A story about WWII: the good, the bad, and the weak

Complexity and ambiguity: hallmarks of great art
Complexity and ambiguity: hallmarks of great art

Over the last several weeks I’ve read a novel, watched a film, and attended a play all set in WWII — specifically, the Nazi occupation of Guernsey and Normandy. Given that Schindler’s List and Life is Beautiful put me into a sort of perpetual hangover with Nazi films, the experience has been unusual.

How did it come about? The novel was All the Light We Cannot See by Anthony Doerr, and it was for a book club. The film was The Guernsey Literary & Potato Peel Pie Society, and it was recommended by a friend and had “literary” in the title, so I was in. The play was Gabriel.

I enjoyed and happily recommend all three, but I’m not giving up my avoidance of movies with Nazis. The thing is, Nazis are a perfect foil for absolutely every kind of evil ever perpetrated, world without end, amen. A foil so universal isn’t that useful in terms of storytelling, and often leads to shortcuts.

A story about WWII has three kinds of people: the good people who are completely pure and never compromise; the bad people, who are pitch-black; and the weak people who compromise (but still deserve to die because everyone knows with 20/20 hindsight that it’s better to die than cooperate with Nazis).

Both Guernsey and Gabriel struggle against this reductionism, each somewhat successfully. The film has one good German who isn’t “really” a Nazi. The play has a mysterious and perhaps mystical character who might be English, might be German, and might be an angel.

Gabriel

The novel is a masterpiece of complexity and ambiguity, and avoids reductionism by seeing through the eyes of two children trying to make sense of their worlds.

Complexity and ambiguity are hallmarks of great art. The acknowledgement of the complexity and ambiguity in the world are necessary for civilization: for a balanced view of history, for bracing and civil political discourse, for justice, even for simple neighborliness.

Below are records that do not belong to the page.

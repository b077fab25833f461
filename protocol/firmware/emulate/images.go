package emulate

import (
	"crypto/sha256"
	"errors"
	"fmt"
	"hash"
	"os"
	"os/exec"
	"path/filepath"
	"strings"
	"sync"
	"testing"
)

// compilers are what the images of a part depend on besides their sources.
var compilers = map[string][]string{"host": {"gcc"}, "avr": {"gcc", "avr-gcc"}, "arm": {"arm-none-eabi-gcc"}}

// made is what a part of the images came to in this process.
type made struct {
	sync.Once
	dir string
	err error
}

var parts sync.Map // name of a part → *made

// Images returns the folder of a part of the images, "host", "avr" or "arm", that
// boards/build.sh makes. It skips the test where one of the programs is not
// installed. A part is built once for the same sources and compilers, and kept in
// the user's cache for other tests and other runs: nobody may write to the folder.
func Images(t testing.TB, part string, programs ...string) string {
	t.Helper()
	for _, p := range programs {
		if _, err := exec.LookPath(p); err != nil {
			t.Skipf("%s is not installed", p)
		}
	}
	x, _ := parts.LoadOrStore(part, &made{})
	m := x.(*made)
	m.Do(func() { m.dir, m.err = images(part) })
	if m.err != nil {
		t.Fatal(m.err)
	}
	return m.dir
}

func images(part string) (string, error) {
	h := sha256.New()
	src, err := source(h)
	if err != nil {
		return "", err
	}
	for _, p := range compilers[part] {
		version, err := exec.Command(p, "--version").Output()
		if err != nil {
			return "", fmt.Errorf("emulate: %s --version: %w", p, err)
		}
		h.Write(version)
	}
	for _, lib := range []string{"/usr/include/simavr/sim_avr.h", "/usr/include/gelf.h"} { // the runner wants them
		_, err := os.Stat(lib)
		fmt.Fprintln(h, lib, err == nil)
	}
	cache, err := os.UserCacheDir()
	if err != nil {
		cache = os.TempDir()
	}
	cache = filepath.Join(cache, "gainwright-images")
	dir := filepath.Join(cache, fmt.Sprintf("%s-%.8x", part, h.Sum(nil)))
	if _, err := os.Stat(dir); err == nil {
		return dir, nil
	}
	if err := os.MkdirAll(cache, 0o700); err != nil {
		return "", err
	}
	tmp, err := os.MkdirTemp(cache, "new-")
	if err != nil {
		return "", err
	}
	defer os.RemoveAll(tmp) // once it is renamed there is nothing to remove
	cmd := exec.Command("sh", "boards/build.sh", tmp, part)
	cmd.Dir = src
	if msg, err := cmd.CombinedOutput(); err != nil {
		return "", fmt.Errorf("boards/build.sh %s: %w\n%s", part, err, msg)
	}
	if err := os.Rename(tmp, dir); err != nil {
		if _, there := os.Stat(dir); there != nil { // not made by somebody else meanwhile
			return "", err
		}
	}
	return dir, nil
}

// source finds protocol/firmware and reads its files into h; having read them, a
// result that go test keeps ends with a change of one.
func source(h hash.Hash) (string, error) {
	dir, err := os.Getwd()
	if err != nil {
		return "", err
	}
	for ; ; dir = filepath.Dir(dir) {
		if _, err := os.Stat(filepath.Join(dir, "go.mod")); err == nil {
			break
		}
		if dir == filepath.Dir(dir) {
			return "", errors.New("emulate: no go.mod above the working directory")
		}
	}
	dir = filepath.Join(dir, "protocol", "firmware")
	return dir, filepath.WalkDir(dir, func(path string, d os.DirEntry, err error) error {
		if err != nil || d.IsDir() || strings.HasSuffix(path, ".go") {
			return err
		}
		text, err := os.ReadFile(path)
		fmt.Fprintln(h, strings.TrimPrefix(path, dir), len(text))
		h.Write(text)
		return err
	})
}
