package identify

import "gonum.org/v1/gonum/dsp/fourier"

// periodogram returns the power of r by frequency bin, 0 to half the sampling
// rate (r is padded with zeros to a power of two), under a parabolic window (Welch).
func periodogram(r []float64) []float64 {
	n := len(r)
	padded := 1
	for padded < n {
		padded *= 2
	}
	w := make([]float64, padded) // the transform is quick for powers of two only
	for i := range r {
		s := float64(i) * float64(n-i)
		w[i] = r[i] * 4 * s / (float64(n) * float64(n))
	}
	out := make([]float64, padded/2+1)
	for k, c := range fourier.NewFFT(padded).Coefficients(nil, w) {
		out[k] = real(c)*real(c) + imag(c)*imag(c)
	}
	return out
}
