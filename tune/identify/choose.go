package identify

import (
	"fmt"
	"math"

	"gainwright/tune/model"
	"gainwright/tune/trace"
)

// compare sets the structures of one record against each other. A second time
// constant has to be earned; a first order that it beats is not believed.
func compare(fits []Fit) {
	first, second := find(fits, model.KindFirstOrder), find(fits, model.KindSecondOrder)
	if first == nil || second == nil {
		return
	}
	// Coloured residuals carry less: the fall of the criterion is divided by the
	// widening they cause in the better model.
	widening := math.Max(second.Inflation, 1)
	gain := (first.AICc - second.AICc) / (widening * widening)
	supported := gain > aiccSupport && secondShown(second)
	switch {
	case !supported:
		second.unsupported(gain)
	case first.Verdict == Believed && first.NRMSE > 1.02*second.NRMSE:
		first.Verdict = Care
		first.Reasons = append(first.Reasons, fmt.Sprintf("the second-order model describes the record better (AICc lower by %.0f)", gain))
		first.Helps = "use the second-order model"
	}
}

// unsupported refuses a second time constant that the data do not show.
func (f *Fit) unsupported(gain float64) {
	f.Verdict = Refused
	f.Reasons = append(f.Reasons, fmt.Sprintf("the data do not support a second time constant (AICc lower by %.1f, want %.0f)", math.Max(gain, 0), aiccSupport))
	if f.Helps == "" {
		f.Helps = "faster sampling, or a PRBS with a shorter clock"
	}
}

// secondShown reports whether the second time constant, or the damping, differs
// from nothing by more than its interval.
func secondShown(f *Fit) bool {
	if v, sd, ok := f.Value("tau2"); ok {
		return v > 1.96*sd
	}
	v, sd, ok := f.Value("damping")
	return ok && v > 0 && sd < v
}

func find(fits []Fit, kind string) *Fit {
	for i := range fits {
		if fits[i].Model.Kind == kind {
			return &fits[i]
		}
	}
	return nil
}

// choose returns the index of the best verdict, among those with the same the
// one with the least AICc; nil when every model is refused.
func choose(fits []Fit) *int {
	best := -1
	for _, want := range []Verdict{Believed, Care} {
		for i, f := range fits {
			if f.Verdict == want && (best < 0 || fits[best].Verdict == want && f.AICc < fits[best].AICc) {
				best = i
			}
		}
	}
	if best < 0 {
		return nil
	}
	return &best
}

// Judge holds a fitted model against another record, best one of another kind
// (PRBS after steps): the record gets an offset and an initial state of its own,
// gain, time constants and dead time stay. It returns the fit with the hold-out
// measures and the verdict made anew. The error wraps ErrData where the record
// has nothing to judge by, trace.ErrInvalid where it is malformed.
func Judge(f Fit, holdout *trace.Trace) (Fit, error) {
	if err := holdout.Validate(); err != nil {
		return f, err
	}
	e, err := f.estimate()
	if err != nil {
		return f, err
	}
	c := *holdout
	if c.Mask != nil {
		c.Mask = append([]trace.Mask(nil), c.Mask...)
	}
	c.MarkGaps()
	c.MarkDrive()
	nrmse, rmse := e.judgeTraces([]*trace.Trace{&c})
	if !finite(nrmse) {
		return f, fmt.Errorf("%w: no usable motion in the hold-out record", ErrData)
	}
	f.HoldoutNRMSE, f.HoldoutRMSE = nrmse, rmse
	f.judge()
	return f, nil
}

// estimate rebuilds what a simulation needs from a reported model.
func (f Fit) estimate() (*estimate, error) {
	m := f.Model
	if err := m.Validate(); err != nil {
		return nil, err
	}
	e := &estimate{kind: m.Kind}
	den := m.Den
	switch {
	case len(m.Num) != 1:
	case len(den) == 2 && den[1] == 0:
		e.kind = model.KindIntegrating
		e.linear, e.params = []float64{m.Num[0] / den[0]}, []float64{m.DeadTime}
	case len(den) == 2 && den[0]/den[1] > 0:
		e.kind = model.KindFirstOrder
		e.linear, e.params = []float64{m.Num[0] / den[1]}, []float64{math.Log(den[0] / den[1]), m.DeadTime}
	case len(den) == 3 && den[0]/den[2] > 0 && den[1]/den[2] > 0:
		e.kind = model.KindSecondOrder
		e.linear = []float64{m.Num[0] / den[2]}
		e.params = []float64{math.Log(den[1] / den[2]), math.Log(den[0] / den[2]), m.DeadTime}
	}
	if e.params == nil {
		return nil, fmt.Errorf("identify: a model with num %v and den %v is none that was fitted here", m.Num, den)
	}
	e.proj = &projection{offset: offsetOwn}
	return e, nil
}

A certain Princeton professor of jurisprudence is in the habit of asking his students if they would have opposed the Nazis. Unsurprisingly, 100 percent say they would have. Then he asks them, “When is the last time, if ever, that you uttered an opinion that sparked disapproval by your peers?” Many hands shoot up.

He then asks, has your stance cost you, socially or legally? Have you lost friends? (hands begin to go down); been barred from clubs? fired from a job? denied a job? sued in court? By this time, all hands are down. And he finally asks, imprisoned? starved? tortured?

We’re not a hearty bunch, folks. If you really think fascism is threatening this country, shouldn’t you be doing more than posting on social media?

Gabriel plays at North Coast Rep through March 24.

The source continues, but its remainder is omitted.